- **What is being asked**
Output every line below exactly.

- **Records supplied**
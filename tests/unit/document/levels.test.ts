import { describe, expect, it } from 'vitest'
import {
  elevationOnLevel,
  LEVEL_BAND_HEIGHT,
  levelAtY,
  levelBands,
} from '../../../shared/document/levels'

const levels = [
  { id: 'g', name: 'Ground', elevationM: 0 },
  { id: 'r', name: 'Roof', elevationM: 8.4 },
  { id: 'u', name: 'Upper', elevationM: 4.2 },
]

describe('level bands', () => {
  it('stacks levels with the highest on top', () => {
    expect(levelBands(levels).map((b) => [b.level.id, b.top])).toEqual([
      ['r', 0],
      ['u', LEVEL_BAND_HEIGHT],
      ['g', 2 * LEVEL_BAND_HEIGHT],
    ])
  })

  it.each([
    [-50, 'r'],
    [10, 'r'],
    [LEVEL_BAND_HEIGHT + 1, 'u'],
    [2 * LEVEL_BAND_HEIGHT, 'g'],
    [99_999, 'g'],
  ])('finds the level at y = %d', (y, id) => {
    expect(levelAtY(levels, y)?.id).toBe(id)
  })

  it('has no level when the diagram has none', () => {
    expect(levelAtY([], 100)).toBeNull()
  })

  it('keeps the height above the floor when a node changes level', () => {
    expect(elevationOnLevel(1.0, levels[0], levels[2]!)).toBe(5.2)
    expect(elevationOnLevel(9.4, levels[1], levels[0]!)).toBe(1)
    expect(elevationOnLevel(3, null, levels[2]!)).toBe(4.2)
  })
})

describe('a node placed from the palette', async () => {
  const { newNode } = await import('../../../shared/document/new-node')
  const { emptyDiagram } = await import('../../../shared/document/model')
  const doc = { ...emptyDiagram('t'), levels }

  it('lands on the level under it, fixtures 1 m above the floor', () => {
    const node = newNode(
      doc,
      { kind: 'fixture', fixture: 'lavatory' },
      { x: 10.4, y: LEVEL_BAND_HEIGHT + 20 },
    )
    expect(node).toMatchObject({
      id: 'F1',
      kind: 'fixture',
      levelId: 'u',
      elevationM: 5.2,
      position: { x: 10, y: 380 },
    })
  })

  it('gives devices a visible placeholder value', () => {
    expect(newNode(doc, { kind: 'backflow-preventer' }, { x: 0, y: 0 })).toMatchObject({
      id: 'BP1',
      lossKPa: 70,
      elevationM: 8.4,
    })
  })
})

- **The answer**
filename tests/unit/document/levels.test.ts
import { describe, expect, it } from 'vitest'
import {
  elevationOnLevel,
  LEVEL_BAND_HEIGHT,
  levelAtY,
  levelBands,
} from '../../../shared/document/levels'

const levels = [
  { id: 'g', name: 'Ground', elevationM: 0 },
  { id: 'r', name: 'Roof', elevationM: 8.4 },
  { id: 'u', name: 'Upper', elevationM: 4.2 },
]

describe('level bands', () => {
  it('stacks levels with the highest on top', () => {
    expect(levelBands(levels).map((b) => [b.level.id, b.top])).toEqual([
      ['r', 0],
      ['u', LEVEL_BAND_HEIGHT],
      ['g', 2 * LEVEL_BAND_HEIGHT],
    ])
  })

  it.each([
    [-50, 'r'],
    [10, 'r'],
    [LEVEL_BAND_HEIGHT + 1, 'u'],
    [2 * LEVEL_BAND_HEIGHT, 'g'],
    [99_999, 'g'],
  ])('finds the level at y = %d', (y, id) => {
    expect(levelAtY(levels, y)?.id).toBe(id)
  })

  it('has no level when the diagram has none', () => {
    expect(levelAtY([], 100)).toBeNull()
  })

  it('keeps the height above the floor when a node changes level', () => {
    expect(elevationOnLevel(1.0, levels[0], levels[2]!)).toBe(5.2)
    expect(elevationOnLevel(9.4, levels[1], levels[0]!)).toBe(1)
    expect(elevationOnLevel(3, null, levels[2]!)).toBe(4.2)
  })
})

describe('a node placed from the palette', async () => {
  const { newNode } = await import('../../../shared/document/new-node')
  const { emptyDiagram } = await import('../../../shared/document/model')
  const doc = { ...emptyDiagram('t'), levels }

  it('lands on the level under it, fixtures 1 m above the floor', () => {
    const node = newNode(
      doc,
      { kind: 'fixture', fixture: 'lavatory' },
      { x: 10.4, y: LEVEL_BAND_HEIGHT + 20 },
    )
    expect(node).toMatchObject({
      id: 'F1',
      kind: 'fixture',
      levelId: 'u',
      elevationM: 5.2,
      position: { x: 10, y: 380 },
    })
  })

  it('gives devices a visible placeholder value', () => {
    expect(newNode(doc, { kind: 'backflow-preventer' }, { x: 0, y: 0 })).toMatchObject({
      id: 'BP1',
      lossKPa: 70,
      elevationM: 8.4,
    })
  })
})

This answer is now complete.